富士通と富士通研究所は2月24日、富士通研究所が開発した触覚技術により、ツルツル感やザラザラ感といった触感が得られるタッチパネルを搭載したタブレットを試作したと発表した。

スマートフォンやタブレットの市場は成熟期を迎え、ユーザーの求める価値は、スペックや機能から、心地よさ、楽しさといった感性価値へ変化している。これに対し、富士通では、スマートデバイスに「ヒューマンセントリックエンジン」を搭載するなど、これまでも視覚、聴覚対応技術を中心に感性価値を高める取り組みを進め、製品化してきた。今回、これらに触覚を加え、新しい操作性や表現力を生みだし、新たな体験を提供するとしている。

触覚技術を搭載したタブレットの試作機

富士通研究所が開発した触感技術は、2つの感触で構成されている。1つが、従来にないツルツルした感触である。タッチパネル表面を超音波振動させることにより、パネル表面と指との間に高い圧力の空気膜を発生させ、その浮揚作用により摩擦力が低減する。この現象を利用すると、タッチパネルに触れた際に従来実現が難しかったツルツル感を感じることができるという。超音波周波数帯の振動には大きなエネルギーを要するが、携帯端末サイズで効率よく振動させられる技術を開発し、試作機で実現することに成功した。

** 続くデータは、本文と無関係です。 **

"""Coherent leaf and parent forecasts: the strategies the backtest compares.

Every parent (product x site) with its customers is a small two-level
hierarchy: the parent P and its n children, with summing matrix
S = [1'; I_n] (size (n + 1) x n). Each strategy turns base forecasts into a
parent forecast F_P,h and leaf forecasts f_j,h with sum_j f_j,h = F_P,h:

- `top_down`: the parent's base forecast split by a basis (the share table,
  or the reinitialized target): f_j = F_P x b_j / sum_k b_k.
- `forecast_proportions`: the parent's base forecast split in proportion to
  the children's own base forecasts, period by period (Athanasopoulos, Ahmed &
  Hyndman 2009): f_j,h = F_P,h x f^_j,h / sum_k f^_k,h. Where the children's
  base forecasts sum to 0 the fallback basis (shares) is used.
- `bottom_up`: the children's base forecasts, F_P = sum_j f^_j.
- `mint_shrink`, `wls_var`: optimal reconciliation (Wickramasuriya,
  Athanasopoulos & Hyndman 2019), y~ = S (S'W^-1 S)^-1 S'W^-1 y^ with W the
  covariance of the in-sample one-step residuals of all n + 1 series:
  `mint_shrink` shrinks its off-diagonal towards 0 (Schaefer & Strimmer 2005),
  `wls_var` keeps only its diagonal. (`wls_struct`, W = diag(S 1), and `ols`,
  W = I, need no residuals and are offered for tests and comparison.)

MinT is computed per parent in its projection form: with the one constraint
c'y = 0, c = (1, -1, ..., -1), y~ = y^ - W c (c'y^) / (c'W c), which equals
the S-form above for any positive definite W. Parents are batched by their
number of children, so the work is a few batched matrix products, not a loop
over parents.

Active children: a child outside its span (or its product's) in a period is
not part of its parent's hierarchy in that period. With `active` given, every
strategy works on the active children only: their base forecasts and basis
are 0 elsewhere, and MinT reconciles each period on the sub-hierarchy of the
parent and its active children (the rows and columns of W of the inactive
children dropped), so an inactive child gets 0 and takes no volume.

The parent each strategy produces is kept as it is (`Coherent.parent`): the
parent's base forecast for `top_down` and `forecast_proportions`, the
reconciled parent row of the projection for MinT / WLS, the sum of the
(active) children's base forecasts for `bottom_up`. The leaves are made to
sum to it; `pipelines.stages.reconciliation` proves they do, against this
value, not against a sum of the leaves.

Non-negativity: reconciled values can be negative (a child whose base
forecast is 0 is pulled below 0 when the parent is under the children's sum).
`nonnegative_keeping_parent` sets such leaves to 0 and takes the amount they
held below 0 from the other children of that parent and period, in
proportion to their reconciled values, so the reconciled parent keeps its
volume: f_j = F~_P x max(f~_j, 0) / sum_k max(f~_k, 0). This is the
forecast-proportions split of Athanasopoulos, Ahmed & Hyndman (2009) applied
to the reconciled parent with the non-negative parts of the reconciled
leaves as the proportions (it equals hierarchicalforecast's
`TopDown(method="forecast_proportions")` on that two-level tree; the test
names it). Where no reconciled leaf is above 0 the fallback basis (the
shares) splits the parent; a negative reconciled parent cannot be carried by
non-negative leaves and is left for the checks to report. (A constrained
optimum, Wickramasuriya, Athanasopoulos & Hyndman 2020, would need a QP per
parent and period; the proportional rule keeps the parent exactly, moves only
the parent periods that had a negative leaf, and is reported: count, parent
periods and volume moved.)
"""

from __future__ import annotations

from dataclasses import dataclass

import numpy as np
from numba import njit

MINT_RIDGE = 2e-8  # added to W's diagonal, as hierarchicalforecast's mint_shr_ridge and wls_var do
RECONCILE_METHODS = ("mint_shrink", "wls_var", "wls_struct", "ols")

もう1つが、錯覚を利用した凹凸やザラザラした感触。パネル上を操作する指のタッチ情報と画面の表示情報に応じて、摩擦力の高低を瞬時に変化させることで、ヒトに触感の錯覚を誘発し、画面に凹凸感やザラザラ感を実現した。この触感情報に加え、ディスプレイに表示される視覚情報とスピーカから出力される音響情報を効果的に提示することで、画面に表示された情報をより豊かに表現する。

触感実現の原理

そして、これらの技術を、小型化してタブレットに実装した。試作機では、視覚、聴覚、触覚を合わせた新たな感覚を体験することができる。この触覚技術は、より直感的でリアルな操作性の実現により、電子カタログなどへの応用が考えられ、タブレットなどのデバイスはもちろん、様々なサービスへの適用を視野に入れた幅広い可能性を持っている。富士通と富士通研究所では、触感表現とその多様化について研究開発を進め、2015年度中の製品化を目指すとコメントしている。